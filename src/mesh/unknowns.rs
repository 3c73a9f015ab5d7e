//! From pieces to elements with numbered unknowns and ports.

use super::divide::Piece;
use super::{Element, EndCurrent, Mesh, Port};
use crate::layout::{Earth, FeedLeg, Layout, Point};

/// Number the currents: N element ends at a junction share N − 1 unknowns (N where it is bonded to a perfect earth).
pub(super) fn number(layout: &Layout, pieces: &[Vec<Piece>], extra_gaps: &[(usize, f64, f64)]) -> Mesh {
    let mut elements = Vec::new();
    let mut conductor_elements = Vec::new();
    let mut nodes = Nodes::new(layout);
    for (index, conductor) in layout.conductors.iter().enumerate() {
        let first = elements.len();
        let count = pieces[index].len();
        for (k, piece) in pieces[index].iter().enumerate() {
            let start_node = if k == 0 { nodes.at_vertex(index, 0) } else { nodes.last };
            let end_node = match piece.end_vertex {
                Some(vertex) => nodes.at_vertex(index, vertex),
                None => nodes.fresh(),
            };
            debug_assert!(k + 1 < count || piece.end_vertex == Some(conductor.points.len() - 1));
            elements.push(element(layout, index, piece, start_node, end_node));
        }
        conductor_elements.push(first..elements.len());
    }
    let unknowns = assign_currents(&mut elements, &nodes);
    let ports = ports(layout, &elements, &conductor_elements, extra_gaps);
    Mesh { elements, unknowns, ports, conductor_elements }
}

fn element(layout: &Layout, conductor: usize, piece: &Piece, start_node: usize, end_node: usize) -> Element {
    let c = &layout.conductors[conductor];
    let along: Point = piece.end - piece.start;
    let length_m = along.norm();
    let middle_up = 0.5 * (piece.start.z + piece.end.z);
    Element {
        conductor,
        from_m: piece.from_m,
        to_m: piece.to_m,
        start: piece.start,
        end: piece.end,
        tangent: along / length_m,
        length_m,
        radius_m: c.radius_m,
        jacket: c.jacket,
        conductivity_s_per_m: c.conductivity_s_per_m,
        degree: piece.degree,
        start_current: EndCurrent::new(),
        end_current: EndCurrent::new(),
        first_inner: 0,
        start_node,
        end_node,
        below: matches!(layout.earth, Earth::Soil(_)) && middle_up < 0.0,
    }
}

/// Node numbers: one for each junction, one for every other vertex or cut.
struct Nodes {
    junction_of: Vec<Vec<Option<usize>>>,
    to_earth: Vec<bool>,
    last: usize,
}

impl Nodes {
    fn new(layout: &Layout) -> Self {
        let mut junction_of: Vec<Vec<Option<usize>>> =
            layout.conductors.iter().map(|c| vec![None; c.points.len()]).collect();
        for (node, junction) in layout.junctions.iter().enumerate() {
            for &(conductor, vertex) in &junction.members {
                junction_of[conductor][vertex] = Some(node);
            }
        }
        let to_earth = layout.junctions.iter().map(|j| j.to_earth).collect();
        Self { junction_of, to_earth, last: 0 }
    }

    fn fresh(&mut self) -> usize {
        self.to_earth.push(false);
        self.last = self.to_earth.len() - 1;
        self.last
    }

    fn at_vertex(&mut self, conductor: usize, vertex: usize) -> usize {
        match self.junction_of[conductor][vertex] {
            Some(node) => {
                self.last = node;
                node
            }
            None => self.fresh(),
        }
    }
}

/// Give each element its end currents and inner unknowns; returns the number of unknowns.
fn assign_currents(elements: &mut [Element], nodes: &Nodes) -> usize {
    let mut ends: Vec<Vec<(usize, bool)>> = vec![Vec::new(); nodes.to_earth.len()];
    for (k, e) in elements.iter().enumerate() {
        ends[e.start_node].push((k, true));
        ends[e.end_node].push((k, false));
    }
    let mut next = 0;
    let mut done = vec![false; ends.len()];
    for k in 0..elements.len() {
        for node in [elements[k].start_node, elements[k].end_node] {
            if !done[node] {
                done[node] = true;
                next = share_node(elements, &ends[node], nodes.to_earth[node], next);
            }
        }
        elements[k].first_inner = next;
        next += elements[k].degree - 1;
    }
    next
}

/// Outflow o of an end is +I at an element's start and −I at its end; free outflows are the unknowns, the first end balances.
fn share_node(elements: &mut [Element], ends: &[(usize, bool)], to_earth: bool, first: usize) -> usize {
    let mut set = |&(k, at_start): &(usize, bool), outflow: EndCurrent| {
        if at_start {
            elements[k].start_current = outflow;
        } else {
            elements[k].end_current = outflow.into_iter().map(|(u, f)| (u, -f)).collect();
        }
    };
    if to_earth {
        for (n, end) in ends.iter().enumerate() {
            set(end, vec![(first + n, 1.0)]);
        }
        return first + ends.len();
    }
    if ends.len() > 1 {
        set(&ends[0], (0..ends.len() - 1).map(|n| (first + n, -1.0)).collect());
    }
    for (n, end) in ends.iter().skip(1).enumerate() {
        set(end, vec![(first + n, 1.0)]);
    }
    first + ends.len().saturating_sub(1)
}

fn ports(
    layout: &Layout,
    elements: &[Element],
    ranges: &[std::ops::Range<usize>],
    extra_gaps: &[(usize, f64, f64)],
) -> Vec<Port> {
    let within = |gap: GapLeg| -> Vec<(usize, f64)> {
        let GapLeg { conductor, from_m: from, to_m: to, sign } = gap;
        let slack = 1e-9 * (1.0 + to.abs());
        ranges[conductor]
            .clone()
            .filter(|&k| elements[k].from_m > from - slack && elements[k].to_m < to + slack)
            .map(|k| (k, sign * elements[k].length_m / (to - from)))
            .collect()
    };
    let port = |legs: Vec<GapLeg>| Port { elements: legs.into_iter().flat_map(within).collect() };
    let mut out = vec![port(layout.feed.hot.iter().map(|leg| feed_gap(layout, leg)).collect())];
    out.extend(layout.parts.iter().map(|p| port(gap_legs(layout, (p.conductor, p.from_m, p.to_m)))));
    out.extend(extra_gaps.iter().map(|&gap| port(gap_legs(layout, gap))));
    out
}

/// A stretch of a conductor that belongs to a gap.
#[derive(Debug, Clone, Copy)]
pub(super) struct GapLeg {
    pub(super) conductor: usize,
    pub(super) from_m: f64,
    pub(super) to_m: f64,
    /// Direction of the port's current along the conductor.
    pub(super) sign: f64,
}

/// Where the gap of a part acts.
///
/// Usually on its own stretch. A choke at 0 m of a coax on the cold terminal sits at the feed junction itself, between the shield and everything
/// else there. A source in one leg of a junction does what the opposite sources in all other legs do; put there, over the feed gap's
/// width, the choke and the feed share one gap, no charge collects between them, and without a counterpoise the
/// choke is in series with the feed exactly.
pub(super) fn gap_legs(layout: &Layout, (conductor, from_m, to_m): (usize, f64, f64)) -> Vec<GapLeg> {
    let own = FeedLeg { conductor, vertex: 0, forward: true };
    let is_shield = layout.coax.as_ref().is_some_and(|c| c.conductor == conductor);
    if is_shield && from_m == 0.0 && layout.feed.cold.contains(&own) && !layout.feed.cold_is_earth {
        let others = layout.feed.hot.iter().chain(layout.feed.cold.iter().filter(|leg| **leg != own));
        return others.map(|leg| feed_gap(layout, leg)).map(|leg| GapLeg { sign: -leg.sign, ..leg }).collect();
    }
    vec![GapLeg { conductor, from_m, to_m, sign: 1.0 }]
}

/// The first gap width of a leg at the feed; its sign is that of a current out of the feed point.
pub(super) fn feed_gap(layout: &Layout, leg: &FeedLeg) -> GapLeg {
    let at = layout.conductors[leg.conductor].distances_m()[leg.vertex];
    let gap_m = layout.feed.gap_m;
    let (from_m, to_m, sign) = if leg.forward { (at, at + gap_m, 1.0) } else { (at - gap_m, at, -1.0) };
    GapLeg { conductor: leg.conductor, from_m, to_m, sign }
}
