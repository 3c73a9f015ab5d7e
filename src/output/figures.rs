//! Numbers as a person reads them: three figures, a unit, never an exponent, never "NaN".

use super::Units;

/// Feet in a metre (international foot of 0.3048 m, exact).
pub(super) const FEET_PER_METRE: f64 = 1.0 / 0.3048;

/// What stands where there is no number.
pub(super) const MISSING: &str = "-";

/// Three significant figures without an exponent; whole numbers above 100.
pub(super) fn three(value: f64) -> String {
    if !value.is_finite() {
        return MISSING.to_string();
    }
    if value == 0.0 {
        return "0".to_string();
    }
    let digits = 2 - value.abs().log10().floor() as i32;
    let step = 10f64.powi(digits);
    let rounded = if digits >= 0 { (value * step).round() / step } else { value.round() };
    // 9.996 has become 10.0: one decimal fewer.
    let decimals = (2 - rounded.abs().max(1e-9).log10().floor() as i32).clamp(0, 6);
    format!("{rounded:.*}", decimals as usize)
}

/// Current with its unit.
pub(super) fn amperes(value_a: f64) -> String {
    match value_a.abs() {
        a if !a.is_finite() => MISSING.to_string(),
        a if a >= 0.9995 => format!("{} A", three(value_a)),
        a if a >= 1e-4 => format!("{} mA", three(1e3 * value_a)),
        _ => "under 0.1 mA".to_string(),
    }
}

/// RMS and peak current of a sinusoid, in one unit.
pub(super) fn amperes_rms_peak(rms_a: f64) -> String {
    rms_peak(rms_a, if rms_a >= 0.9995 { (1.0, "A") } else { (1e3, "mA") }, 1e-4)
}

/// RMS and peak voltage of a sinusoid, in one unit.
pub(super) fn volts_rms_peak(rms_v: f64) -> String {
    rms_peak(rms_v, if rms_v >= 9_999.5 { (1e-3, "kV") } else { (1.0, "V") }, 1e-2)
}

fn rms_peak(rms: f64, (scale, unit): (f64, &str), least: f64) -> String {
    if !rms.is_finite() {
        return MISSING.to_string();
    }
    if rms < least {
        return format!("under {} {unit}", three(least * scale));
    }
    format!("{} / {} {unit}", three(rms * scale), three(rms * scale * std::f64::consts::SQRT_2))
}

/// Voltage with its unit.
pub(super) fn volts(value_v: f64) -> String {
    match value_v.abs() {
        v if !v.is_finite() => MISSING.to_string(),
        v if v >= 9_999.5 => format!("{} kV", three(1e-3 * value_v)),
        v if v >= 1e-2 || v == 0.0 => format!("{} V", three(value_v)),
        _ => "under 0.01 V".to_string(),
    }
}

/// Power with its unit.
pub(super) fn watts(value_w: f64) -> String {
    match value_w.abs() {
        w if !w.is_finite() => MISSING.to_string(),
        w if w >= 1e-3 || w == 0.0 => format!("{} W", three(value_w)),
        _ => "under 1 mW".to_string(),
    }
}

/// A round value without the zeros behind its point: "25.0 mA" is "25 mA".
pub(super) fn round(said: &str) -> String {
    let (number, unit) = said.split_once(' ').map_or((said, String::new()), |(n, unit)| (n, format!(" {unit}")));
    let short = if number.contains('.') { number.trim_end_matches('0').trim_end_matches('.') } else { number };
    format!("{short}{unit}")
}

/// Resistance and reactance, "2450 + j120".
pub(super) fn complex_ohm(resistance_ohm: f64, reactance_ohm: f64) -> String {
    let sign = if reactance_ohm < 0.0 { '-' } else { '+' };
    format!("{} {sign} j{}", three(resistance_ohm), three(reactance_ohm.abs()))
}

/// Standing-wave ratio to two decimals below 10, "over 100" above that.
pub(super) fn swr(value: f64) -> String {
    match value {
        s if s.is_nan() => MISSING.to_string(),
        s if s > 100.0 => "over 100".to_string(),
        s if s >= 9.995 => format!("{s:.0}"),
        s => format!("{s:.2}"),
    }
}

/// A distance with its unit, to the centimetre or a tenth of a foot.
pub(super) fn distance(value_m: f64, units: Units) -> String {
    match units {
        _ if !value_m.is_finite() => MISSING.to_string(),
        Units::Metres => format!("{value_m:.2} m"),
        Units::Feet => format!("{:.1} ft", value_m * FEET_PER_METRE),
    }
}

/// From one distance to another, the unit said once.
pub(super) fn distances(from_m: f64, to_m: f64, units: Units) -> String {
    match units {
        Units::Metres => format!("{from_m:.2} to {to_m:.2} m"),
        Units::Feet => format!("{:.1} to {:.1} ft", from_m * FEET_PER_METRE, to_m * FEET_PER_METRE),
    }
}

/// A frequency in MHz without trailing zeros.
pub(super) fn megahertz(value_hz: f64) -> String {
    let text = format!("{:.4}", value_hz / 1e6);
    text.trim_end_matches('0').trim_end_matches('.').to_string()
}

/// Percent of a fraction, "48 %", one decimal below ten.
pub(super) fn percent(fraction: f64) -> String {
    match 100.0 * fraction {
        p if !p.is_finite() => MISSING.to_string(),
        p if p.abs() < 9.95 => format!("{p:.1} %"),
        p => format!("{p:.0} %"),
    }
}

/// Decibels of a power ratio with one decimal (two below 1 dB); a ratio of nothing has none.
pub(super) fn decibels(ratio: f64) -> String {
    if !(ratio > 0.0 && ratio.is_finite()) {
        return MISSING.to_string();
    }
    let value = 10.0 * ratio.log10();
    if value.abs() < 0.005 {
        "0 dB".to_string()
    } else if value.abs() < 0.95 {
        format!("{value:.2} dB")
    } else {
        format!("{value:.1} dB")
    }
}

/// The name of an array of an outcome, in words.
pub(super) fn quantity_name(key: &str) -> &str {
    match key {
        "entry_current_a" => "current into the shack",
        "last_metre_current_a" => "current in the last metre",
        "entry_voltage_v" => "voltage at the entry",
        "end_voltage_v" => "voltage at the radio",
        "choke_w" => "heat in the choke",
        "choke_v" => "voltage across the choke",
        "choke_a" => "current through the choke",
        "radiated_fraction" => "radiated part",
        "swr" => "SWR",
        other => other,
    }
}

/// A value of an array of an outcome with the unit its name ends in.
pub(super) fn quantity(key: &str, value: f64) -> String {
    match key.rsplit_once('_').map_or(key, |(_, unit)| unit) {
        "a" => amperes(value),
        "v" => volts(value),
        "w" => watts(value),
        "fraction" => percent(value),
        "ohm" => format!("{} ohm", three(value)),
        "m" => distance(value, Units::Metres),
        "swr" => swr(value),
        _ => three(value),
    }
}

#[cfg(test)]
mod tests {
    use super::*;

    #[test]
    fn three_figures_without_exponent() {
        for (value, text) in [
            (0.0, "0"),
            (9.996, "10.0"),
            (0.012345, "0.0123"),
            (2449.6, "2450"),
            (-117.2, "-117"),
            (99.96, "100"),
            (0.9999, "1.00"),
            (f64::NAN, MISSING),
            (f64::INFINITY, MISSING),
        ] {
            assert_eq!(three(value), text);
        }
    }

    #[test]
    fn units_follow_the_size() {
        assert_eq!(amperes(0.0204), "20.4 mA");
        assert_eq!(amperes(1.4127), "1.41 A");
        assert_eq!(amperes_rms_peak(0.1), "100 / 141 mA");
        assert_eq!(amperes_rms_peak(0.0), "under 0.100 mA");
        assert_eq!(volts(12_345.0), "12.3 kV");
        assert_eq!(complex_ohm(2450.4, -17.0), "2450 - j17.0");
        assert_eq!(distance(3.048, Units::Feet), "10.0 ft");
        assert_eq!(megahertz(7_100_000.0), "7.1");
        assert_eq!(megahertz(14_175_000.0), "14.175");
        assert_eq!(
            [round("25.0 mA"), round("0.250 A"), round("100 V"), round("2.00")],
            ["25 mA", "0.25 A", "100 V", "2"]
        );
        assert_eq!(swr(f64::INFINITY), "over 100");
        assert_eq!(decibels(0.5), "-3.0 dB");
        assert_eq!(decibels(0.0), MISSING);
    }
}
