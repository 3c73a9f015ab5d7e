//! Files written whole or not at all: into a temporary file of the same folder, then renamed.

use super::OutputError;
use std::io::Write;
use std::path::{Path, PathBuf};
use std::sync::{Mutex, MutexGuard, PoisonError};
use tempfile::{Builder, NamedTempFile};

/// Temporary files that are being filled, so that a process about to end can take them with it.
struct Unfinished(Mutex<Vec<PathBuf>>);

static UNFINISHED: Unfinished = Unfinished(Mutex::new(Vec::new()));

impl Unfinished {
    fn list(&self) -> MutexGuard<'_, Vec<PathBuf>> {
        // a panic elsewhere leaves the list itself sound
        self.0.lock().unwrap_or_else(PoisonError::into_inner)
    }

    /// Takes away what is being filled and never lets go of the list: no file is begun or put in its place any more.
    fn remove(&self) {
        let list = self.list();
        for path in list.iter() {
            // gone already, or not ours to remove: there is nothing more to be done about it
            let _ = std::fs::remove_file(path);
        }
        std::mem::forget(list);
    }
}

/// Removes files that are being written. Only for a process that ends right after: nothing can be written any more.
pub(super) fn remove_unfinished() {
    UNFINISHED.remove();
}

/// Runs `fill` on a temporary file beside `path`, and puts it in the place of `path` only when everything went well.
///
/// The temporary file carries the extension of `path`, because encoders choose by it.
///
/// # Errors
/// What `fill` returns, or [`OutputError::File`] when the folder or the disk refuses.
pub(super) fn write_with(
    path: &Path,
    fill: impl FnOnce(&mut NamedTempFile) -> Result<(), OutputError>,
) -> Result<(), OutputError> {
    let failed = |source| OutputError::File { path: path.to_path_buf(), source };
    let folder = match path.parent() {
        Some(folder) if !folder.as_os_str().is_empty() => folder,
        _ => Path::new("."),
    };
    let ending = path.extension().map(|e| format!(".{}", e.to_string_lossy())).unwrap_or_default();
    let mut list = UNFINISHED.list();
    let mut file = Builder::new().prefix(".unfinished-").suffix(&ending).tempfile_in(folder).map_err(failed)?;
    list.push(file.path().to_path_buf());
    drop(list);
    let filled = fill(&mut file).and_then(|()| {
        file.flush().map_err(failed)?;
        readable_by_all(file.as_file()).map_err(failed)
    });
    let mut list = UNFINISHED.list();
    list.retain(|p| p != file.path());
    filled?;
    file.persist(path).map_err(|e| failed(e.error))?;
    Ok(())
}

/// Writes `bytes` to `path`, whole or not at all.
///
/// # Errors
/// [`OutputError::File`].
pub(super) fn write_bytes(path: &Path, bytes: &[u8]) -> Result<(), OutputError> {
    write_with(path, |file| {
        file.write_all(bytes).map_err(|source| OutputError::File { path: path.to_path_buf(), source })
    })
}

/// Temporary files are made private; a result is a file like any other.
#[cfg(unix)]
fn readable_by_all(file: &std::fs::File) -> std::io::Result<()> {
    use std::os::unix::fs::PermissionsExt;
    file.set_permissions(std::fs::Permissions::from_mode(0o644))
}

#[cfg(not(unix))]
fn readable_by_all(_file: &std::fs::File) -> std::io::Result<()> {
    Ok(())
}

#[cfg(test)]
mod tests {
    #![allow(clippy::unwrap_used)]
    use super::*;

    #[test]
    fn a_failed_write_leaves_the_earlier_file_and_no_litter() {
        let folder = tempfile::tempdir().unwrap();
        let path = folder.path().join("result.csv");
        write_bytes(&path, b"first").unwrap();
        let failure = write_with(&path, |file| {
            file.write_all(b"half").unwrap();
            Err(OutputError::Nothing { what: "result".into(), needs: "rows".into() })
        });
        assert!(failure.is_err());
        assert_eq!(std::fs::read(&path).unwrap(), b"first");
        assert_eq!(std::fs::read_dir(folder.path()).unwrap().count(), 1);
    }

    #[test]
    fn a_process_that_ends_takes_its_unfinished_files_along() {
        let folder = tempfile::tempdir().unwrap();
        let path = folder.path().join(".unfinished-1.csv");
        std::fs::write(&path, b"half").unwrap();
        let unfinished = Unfinished(Mutex::new(vec![path.clone(), folder.path().join("never there")]));
        unfinished.remove();
        assert!(!path.exists());
        assert!(unfinished.0.try_lock().is_err(), "nothing more is begun or finished");
    }

    #[test]
    fn what_is_finished_or_failed_is_no_longer_unfinished() {
        let folder = tempfile::tempdir().unwrap();
        let ours = |list: &[PathBuf]| list.iter().filter(|p| p.starts_with(folder.path())).count();
        write_with(&folder.path().join("a.csv"), |_| {
            assert_eq!(ours(&UNFINISHED.list()), 1);
            Ok(())
        })
        .unwrap();
        let failed = write_with(&folder.path().join("b.csv"), |_| {
            Err(OutputError::Nothing { what: "result".into(), needs: "rows".into() })
        });
        assert!(failed.is_err());
        assert_eq!(ours(&UNFINISHED.list()), 0);
        assert_eq!(std::fs::read_dir(folder.path()).unwrap().count(), 1);
    }

    #[test]
    fn a_missing_folder_is_named() {
        let folder = tempfile::tempdir().unwrap();
        let path = folder.path().join("nowhere").join("result.csv");
        let message = write_bytes(&path, b"x").unwrap_err().to_string();
        assert!(message.contains("nowhere") && message.contains("folder exists"), "{message}");
    }
}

----------------

Task goal ->
What lines of the preceding data include the string "others"? Pull them out.

Output below ->
        let others = layout.feed.hot.iter().chain(layout.feed.cold.iter().filter(|leg| **leg != own));
        return others.map(|leg| feed_gap(layout, leg)).map(|leg| GapLeg { sign: -leg.sign, ..leg }).collect();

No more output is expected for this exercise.